Evgen Pharma plc was renamed TheraCryf plc and the ticker symbol
changed to TCF.L effective on 26 April 2024. The name, TheraCryf, is a blend of the Greek for treating
medically 'Thera' and the Welsh for strong, 'Cryf', to reflect the
aims of the Company to develop a new generation of innovative
therapeutics in attractive segments within oncology and
neuropsychiatry.
OUTLOOK
The outlook for the coming year is
looking promising, including non-dilutive funding, high quality
academic collaborations and our recent acquisition and new
programmes. We look forward to supporting the grant funded work for
SFX-01 on GBM in Rotterdam. This will lead to a clinical trial in
this devastating disease once our manufacturing and increased
interactions with European regulatory authorities are complete. We
expect the start of clinical read outs in in GBM during 2026. We
anticipate publication of our Phase 1/1b PK study in a peer
reviewed journal in the coming year and to making public the
effects of SFX-01 on gene expression data versus placebo from the
same study. Our pre-clinical collaborations continue to generate
data on the effectiveness of SFX-01 as a sole agent and as an
enhancer of radiotherapy and we anticipate more data from those
collaborations in the coming year.
We will continue to protect our
intellectual property, with the grant of further composition of
matter patents on our acquired neuropsychiatry assets from Chronos.
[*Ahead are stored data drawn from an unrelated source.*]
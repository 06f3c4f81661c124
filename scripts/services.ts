// The running app without the set-up: the API and POLEWARD_WORKERS worker processes,
// each restarted with back-off when it dies (child-supervisor.ts). `npm start` runs
// this after PostgreSQL, migrations, demo data and the client build; serve.ts runs it
// alone (the fault tests, against their own database). SIGINT/SIGTERM stop everything.
import { join } from 'node:path';
import { projectRoot } from '../server/config.js';
import { superviseChildren, type BackOff, type ChildSpec } from './child-supervisor.js';

export function startServices(opts: { workers: number; backOff?: BackOff; env?: NodeJS.ProcessEnv }) {
  // node with tsx's loader, not the tsx wrapper, so signals reach the process itself.
  const node = (script: string) => ({ command: process.execPath, args: ['--import', 'tsx', join(projectRoot, script)] });
  const specs: ChildSpec[] = [{ name: 'api', ...node('server/main.ts') }];
  for (let k = 0; k < opts.workers; k++) specs.push({ name: `worker ${k + 1}`, ...node('server/jobs/worker-main.ts') });
  return superviseChildren(specs, { backOff: opts.backOff, spawnOptions: { cwd: projectRoot, stdio: 'inherit', env: opts.env ?? process.env } });
}

/** Stops the children on Ctrl-C or SIGTERM, then exits. */
export function stopOnSignals(services: { stop(): Promise<void> }) {
  let stopping = false;
  const stop = async () => {
    if (stopping) return;
    stopping = true;
    console.log('[poleward] stopping the API and the workers…');
    await services.stop();
    process.exit(0);
  };
  process.on('SIGINT', () => void stop());
  process.on('SIGTERM', () => void stop());
}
We also plan the development of at least one of those assets via
non-dilutive funding in 2024/25.
With an extended cash runway an
expanded, balanced and risk-adjusted portfolio, we believe that we
have the strategy and team to deliver substantial shareholder value
at a difficult time. Thank you to our loyal shareholders for their
commitment and support.
Dr Huw Jones
CEO
Financial Review
The financial performance for the
year ended 31 March 2024 was in line with expectations.
Losses
The total loss for the year was £3.1m
(31 March 2023: £4.0m) including a charge for share-based
compensation of £0.1m (2023: £0.2m). Operating expenses excluding
share-based compensation were lower than in 2023 at £3.8m (2023:
£5.4m) due to less manufacturing costs incurred in 2024.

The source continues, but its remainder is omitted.